/car-insurance-tool

This tool recognizes a car plate from a video and confirms from the car registry whether the vehicle exists.

Primary LanguageJupyter Notebook

Documentation for the car license plate recognition tool (CaLPReT)

1. Installation

The tool is written in Python 3.5.2. Although untested, it should also work with other Python versions.
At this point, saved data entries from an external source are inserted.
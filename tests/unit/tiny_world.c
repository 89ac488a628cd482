/* SPDX-License-Identifier: GPL-3.0-or-later */
/* tiny_world.c: small designs and draws made by hand. */
#include "tiny_world.h"

#include "base/mem.h"

void tiny_init(struct tiny_world *w, size_t levels, int control)
{
    static char names[TINY_LEVELS][2] = {"A", "B", "C", "D", "E", "F", "G", "H"};
    *w = (struct tiny_world){0};
    w->d = (struct design){.levels = levels,
                           .level = w->level,
                           .control = control,
                           .control_on_curve = true,
                           .reference_level = control,
                           .type = ENDPOINT_CONTINUOUS,
                           .higher_is_better = true,
                           .target = w->target,
                           .subjects = 100,
                           .precision = 0.005,
                           .draws = 1000,
                           .max_draws = 64000};
    w->d.allocation = (struct allocation){.ratio = w->ratio,
                                          .adapts = true,
                                          .power = 1,
                                          .at_least = w->at_least,
                                          .at_most = w->at_most,
                                          .control_kind = control >= 0 ? CONTROL_SHARE_NUMBER
                                                                       : CONTROL_SHARE_NONE,
                                          .control_share = 1 / (double)levels};
    for (size_t k = 0; k < levels; k++) {
        w->level[k] = (struct level){names[k], (double)(k + 1)};
        w->ratio[k] = w->at_most[k] = 1;
    }
}

struct target *tiny_target(struct tiny_world *w, const struct target_rule *rule, double number,
                           int of)
{
    static char names[TINY_TARGETS][3] = {"T1", "T2", "T3", "T4", "T5", "T6", "T7", "T8"};
    struct target *t = &w->target[w->d.targets];
    *t = (struct target){.name = names[w->d.targets],
                         .rule = rule,
                         .fraction = number,
                         .effect = number,
                         .margin = number,
                         .of = of};
    w->d.targets++;
    return t;
}

double *tiny_draws(struct draws *out, const struct tiny_world *w, size_t n,
                   double (*value)(size_t i, size_t level))
{
    const size_t stride = n + 3; /* rows need not be tight */
    double *x = mem_new(stride * w->d.levels, sizeof *x);
    for (size_t k = 0; k < w->d.levels; k++)
        for (size_t i = 0; i < n; i++)
            x[k * stride + i] = value(i, k);
    *out = (struct draws){.n = n,
                          .points = n,
                          .stride = stride,
                          .chains = 1,
                          .levels = w->d.levels,
                          .link = x,
                          .response = x};
    return x;
}

/* Linear congruential, high bits (Knuth's MMIX constants). */
uint64_t tiny_random(uint64_t *state, uint64_t below)
{
    *state = *state * 6364136223846793005u + 1442695040888963407u;
    return (*state >> 33) % below;
}
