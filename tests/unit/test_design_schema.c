/* SPDX-License-Identifier: GPL-3.0-or-later */
/* test_design_schema.c: for every field the JSON Schema and the parser reject the same values.
 */
#include <CUnit/CUnit.h>

#include "analysis/vocabulary_rows.h"
#include "base/json_read.h"
#include "design/design.h"
#include "design/fields.h"
#include "design/schema.h"
#include "design_files.h"
#include "schema_takes.h"
#include "unit.h"

#define BAD "tests/designs/bad/"
#define GOOD "tests/designs/good/"

/* --- the two judges side by side --- */

static cJSON *parse(const char *bytes, size_t length)
{
    struct err e = ERR_INIT;
    cJSON *tree;

    json_parse(bytes, length, "x", &tree, &e);
    err_release(&e);
    return tree;
}

static cJSON *schema_tree(const struct field *row)
{
    struct text bytes = TEXT_INIT;
    cJSON *tree;

    schema_of(&bytes, row, &terrace_vocabulary);
    tree = parse(text_s(&bytes), bytes.length);
    CU_ASSERT_PTR_NOT_NULL_FATAL(tree);
    text_release(&bytes);
    return tree;
}

static bool parser_takes(const struct field *row, const cJSON *item)
{
    cJSON *copy = cJSON_Duplicate(item, true);
    struct err e = ERR_INIT;
    bool taken;

    fields_check(copy, row, &terrace_vocabulary, "x", &e);
    taken = e.count == 0;
    err_release(&e);
    cJSON_Delete(copy);
    return taken;
}

static size_t judged, refused;

/* True when both take it; a failed assertion when they differ. */
static bool both_take(const cJSON *schema, const struct field *row, const cJSON *item,
                      const char *what)
{
    const bool by_schema = schema_takes(schema, item), by_parser = parser_takes(row, item);

    if (by_schema != by_parser) {
        char *text = cJSON_PrintUnformatted(item);

        printf("# %s: the schema %s, the parser %s: %s\n", what, by_schema ? "takes" : "refuses",
               by_parser ? "takes" : "refuses", text);
        cJSON_free(text);
    }
    CU_ASSERT_EQUAL(by_schema, by_parser);
    judged++;
    refused += !by_parser;
    return by_schema && by_parser;
}

static void whole_files(void)
{
    static const char *const directories[] = {GOOD, BAD};
    cJSON *schema = schema_tree(&design_fields);

    for (size_t k = 0; k < 2; k++) {
        struct file_list list = files_in(directories[k], ".json");

        CU_ASSERT(list.count > 3);
        for (size_t i = 0; i < list.count; i++) {
            struct text bytes = file_bytes(directories[k], list.name[i], ".json");
            cJSON *tree = parse(text_s(&bytes), bytes.length);

            if (tree != NULL) {
                const bool taken = both_take(schema, &design_fields, tree, list.name[i]);

                CU_ASSERT(taken || k == 1);
            }
            cJSON_Delete(tree);
            text_release(&bytes);
        }
        files_release(&list);
    }
    cJSON_Delete(schema);
}

/* --- values for one row --- */

static cJSON *sample(const struct field *f);

static cJSON *sample_object(const struct field *f)
{
    cJSON *object = cJSON_CreateObject();
    struct field row;

    for (size_t i = 0; field_nested(f, &terrace_vocabulary, i, &row); i++)
        if (row.required || (f->one_member && i == 0) ||
            (f->one_of != NULL && strcmp(f->one_of[0], row.key) == 0))
            cJSON_AddItemToObject(object, row.key, sample(&row));
    return object;
}

static double sample_number(const struct field *f)
{
    if (f->kind == FIELD_WHOLE)
        return f->low;
    return f->low / 2 + f->high / 2;
}

/* Some value that the row takes. */
static cJSON *sample(const struct field *f)
{
    struct field row;
    cJSON *list;

    switch (f->kind) {
    case FIELD_TEXT:
        return cJSON_CreateString("a text");
    case FIELD_WORD:
        return cJSON_CreateString(field_word(f, &terrace_vocabulary, 0));
    case FIELD_NUMBER:
    case FIELD_WHOLE:
        return cJSON_CreateNumber(sample_number(f));
    case FIELD_FLAG:
        return cJSON_CreateTrue();
    case FIELD_OBJECT:
        return sample_object(f);
    case FIELD_MAP:
        list = cJSON_CreateObject();
        cJSON_AddItemToObject(list, "a name", sample(f->nested));
        return list;
    case FIELD_LIST:
        list = cJSON_CreateArray();
        for (double i = 0; i < f->low; i++)
            cJSON_AddItemToArray(list, sample(f->nested));
        return list;
    case FIELD_CHOICE:
        field_nested(f, &terrace_vocabulary, 0, &row);
        return sample(&row);
    case FIELD_END:
        break;
    }
    return NULL;
}

struct bench {
    const struct field *row;
    cJSON *schema;
    const char *path;
};

static bool try_item(const struct bench *b, cJSON *item)
{
    const bool taken = both_take(b->schema, b->row, item, b->path);

    cJSON_Delete(item);
    return taken;
}

static void try_json(const struct bench *b, const char *json)
{
    cJSON *item = cJSON_Parse(json);

    CU_ASSERT_PTR_NOT_NULL_FATAL(item);
    try_item(b, item);
}

static void try_types(const struct bench *b)
{
    static const char *const values[] = {"null",
                                         "true",
                                         "\"\"",
                                         "\"any\"",
                                         "\"none\"",
                                         "\"a\\nb\"",
                                         "\"a\\n\"",
                                         "\"\\u0080\"",
                                         "\"\\u00a0\"",
                                         "\"n/2N\"",
                                         "\"as_largest\"",
                                         "-1",
                                         "0",
                                         "0.3",
                                         "1",
                                         "2",
                                         "8",
                                         "200.5",
                                         "1e7",
                                         "1e99",
                                         "1e101",
                                         "-1e101",
                                         "1e-300",
                                         "[]",
                                         "[1]",
                                         "[1, 2]",
                                         "[\"a\", 2]",
                                         "[null, null]",
                                         "{}",
                                         "{\"note\": \"x\"}",
                                         "{\"note\": 1}",
                                         "{\"\": 1}",
                                         "{\"a\\tb\": 0.5}",
                                         "{\"all\": [], \"any\": []}",
                                         "{\"all\": [], \"measure\": \"pr_gain\"}"};

    for (size_t i = 0; i < sizeof values / sizeof values[0]; i++)
        try_json(b, values[i]);
}

static void try_numbers(const struct bench *b)
{
    const struct field *f = b->row;
    const double step = f->kind == FIELD_WHOLE ? 1 : 1e-9;
    const double values[] = {f->low,        f->high,        f->low - step, f->high + step,
                             f->low + step, f->high - step, f->low + 0.5,  f->low + 8};

    for (size_t i = 0; i < sizeof values / sizeof values[0]; i++)
        try_item(b, cJSON_CreateNumber(values[i]));
    CU_ASSERT_FALSE(try_item(b, cJSON_CreateNumber(f->high * 2 + 1)));
}

static void try_members(const struct bench *b)
{
    cJSON *whole = sample(b->row);
    const cJSON *member;
    cJSON *more = cJSON_Duplicate(whole, true);
    struct field row;

    cJSON_AddItemToObject(more, "no such key", cJSON_CreateNumber(1));
    CU_ASSERT_FALSE(try_item(b, more));
    cJSON_ArrayForEach(member, whole)
    {
        cJSON *less = cJSON_Duplicate(whole, true), *wrong = cJSON_Duplicate(whole, true);

        cJSON_DeleteItemFromObjectCaseSensitive(less, member->string);
        CU_ASSERT_FALSE(try_item(b, less)); /* a sample holds what is required */
        cJSON_ReplaceItemInObjectCaseSensitive(wrong, member->string, cJSON_CreateNull());
        CU_ASSERT_FALSE(try_item(b, wrong));
    }
    for (size_t i = 0; field_nested(b->row, &terrace_vocabulary, i, &row); i++) {
        cJSON *with = cJSON_Duplicate(whole, true);

        if (json_member(with, row.key) == NULL)
            cJSON_AddItemToObject(with, row.key, sample(&row));
        try_item(b, with);
    }
    cJSON_Delete(whole);
}

static void try_lengths(const struct bench *b)
{
    const double top = b->row->high < 200 ? b->row->high + 1 : b->row->low + 1;
    cJSON *list = cJSON_CreateArray();

    for (double n = 0; n <= top; n++) {
        const bool fits = n >= b->row->low && n <= b->row->high;

        CU_ASSERT_EQUAL(both_take(b->schema, b->row, list, b->path), fits);
        cJSON_AddItemToArray(list, sample(b->row->nested));
    }
    cJSON_Delete(list);
}

static size_t rows_tried;

static void try_row(const struct field *f, const char *path)
{
    struct bench b = {f, schema_tree(f), path};
    struct text inside = TEXT_INIT;
    struct field row;

    rows_tried++;
    CU_ASSERT(try_item(&b, sample(f)));
    try_types(&b);
    if (f->kind == FIELD_NUMBER || f->kind == FIELD_WHOLE)
        try_numbers(&b);
    if (f->kind == FIELD_OBJECT)
        try_members(&b);
    if (f->kind == FIELD_LIST)
        try_lengths(&b);
    cJSON_Delete(b.schema);
    CU_ASSERT_PTR_NOT_NULL(f->help);
    for (size_t i = 0; field_nested(f, &terrace_vocabulary, i, &row); i++) {
        text_clear(&inside);
        text_addf(&inside, "%s/%s", path, row.key == NULL ? "*" : row.key);
        try_row(&row, text_s(&inside));
    }
    text_release(&inside);
}

static void every_row(void)
{
    judged = refused = rows_tried = 0;
    try_row(&design_fields, "");
    CU_ASSERT(rows_tried > 500);
    CU_ASSERT(refused > 10000);
    CU_ASSERT(judged - refused > 2000);
}

/* The defaults of the table are values that the table takes. */
static void check_fallback(const struct field *f)
{
    struct field row;

    if (f->fallback != NULL) {
        cJSON *value = cJSON_Parse(f->fallback);

        CU_ASSERT_PTR_NOT_NULL_FATAL(value);
        CU_ASSERT(parser_takes(f, value));
        CU_ASSERT_FALSE(f->required);
        cJSON_Delete(value);
    }
    for (size_t i = 0; field_nested(f, &terrace_vocabulary, i, &row); i++)
        check_fallback(&row);
}

static void fallbacks(void)
{
    check_fallback(&design_fields);
}

static void comment_names_rules(void)
{
    struct text bytes = TEXT_INIT;
    const char *comment;
    cJSON *tree;

    design_schema(&bytes, &terrace_vocabulary);
    tree = parse(text_s(&bytes), bytes.length);
    comment = json_member(tree, "$comment")->valuestring;
    CU_ASSERT_PTR_NOT_NULL(strstr(comment, "duplicate keys"));
    CU_ASSERT_PTR_NOT_NULL(strstr(comment, "levels_increase"));
    CU_ASSERT_PTR_NOT_NULL(strstr(comment, "truth_null"));
    cJSON_Delete(tree);
    text_release(&bytes);
}

static const struct unit_test tests[] = {
    {"good and malformed designs are judged alike", whole_files},
    {"every row of the table is judged alike", every_row},
    {"defaults are allowed values", fallbacks},
    {"the comment names the rules of the parser", comment_names_rules},
    UNIT_END};

int main(void)
{
    return unit_main("design schema", tests);
}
Following are the dependencies required to successfully use the tool.

1.1. Command line tools

The following command line tools are used by the tool:

  • ffmpeg - partitiones the video into frames (i.e. images, snapshots from the video)
  • mogrify - converts .jpg to .png images and rotates them (only used when the uploaded file is an image, not a video file), part of ImageMagick suite
  • exiftool - extracts metadata from the uploaded file
  • alpr - detects license plate numbers from images/frames (https://github.com/openalpr/openalpr)

1.2. Python packages

The following Python packages should be installed:

  • django - for the user interface
  • cv2 - for image processing tasks (install via “pip install opencv-python”)
  • numpy - for image processing tasks
  • requests - HTTP for Humans (install via “pip install requests”)

1.3. Running the tool

To run the tool, follow these steps:

  1. Navigate to the folder: carInsuranceUI
  2. Only before the first usage, run the commands:
    1. python manage.py makemigrations
    2. python manage.py migrate
  3. Run the command: python manage.py runserver
  4. Navigate to: localhost:8000 in your browser. (Note: 8000 is the default port. To use a different port, use the following command to run django: python manage.py runserver 0.0.0.0:<your_port>)
  5. Upload an image/video file via the user interface.
  6. Wait… (can take up to 1-2 minutes, depending on the duration of the video and how early suitable results are found)
  7. Enjoy the results!

userinterface

2. Description of the approach

In general, the CaLPReT tool executes the following steps after a file is uploaded:

  1. Saves the file
  2. Extracts frames in case of a video file
  3. Loops over the frames, in attempt to detect license plates on:
    1. the original frame
    2. the preprocessed frame, where the licence plate is cropped from the image and brought into perspective (if the license plate was tilted in the original image, it becomes straight) Stops looping if results are found with sufficient confidence.
  4. For each found result, the CaLPReT tool makes a request to the RDW to check if this plate number exists. In case it is, it adds additional information about the car (color, brand) when possible.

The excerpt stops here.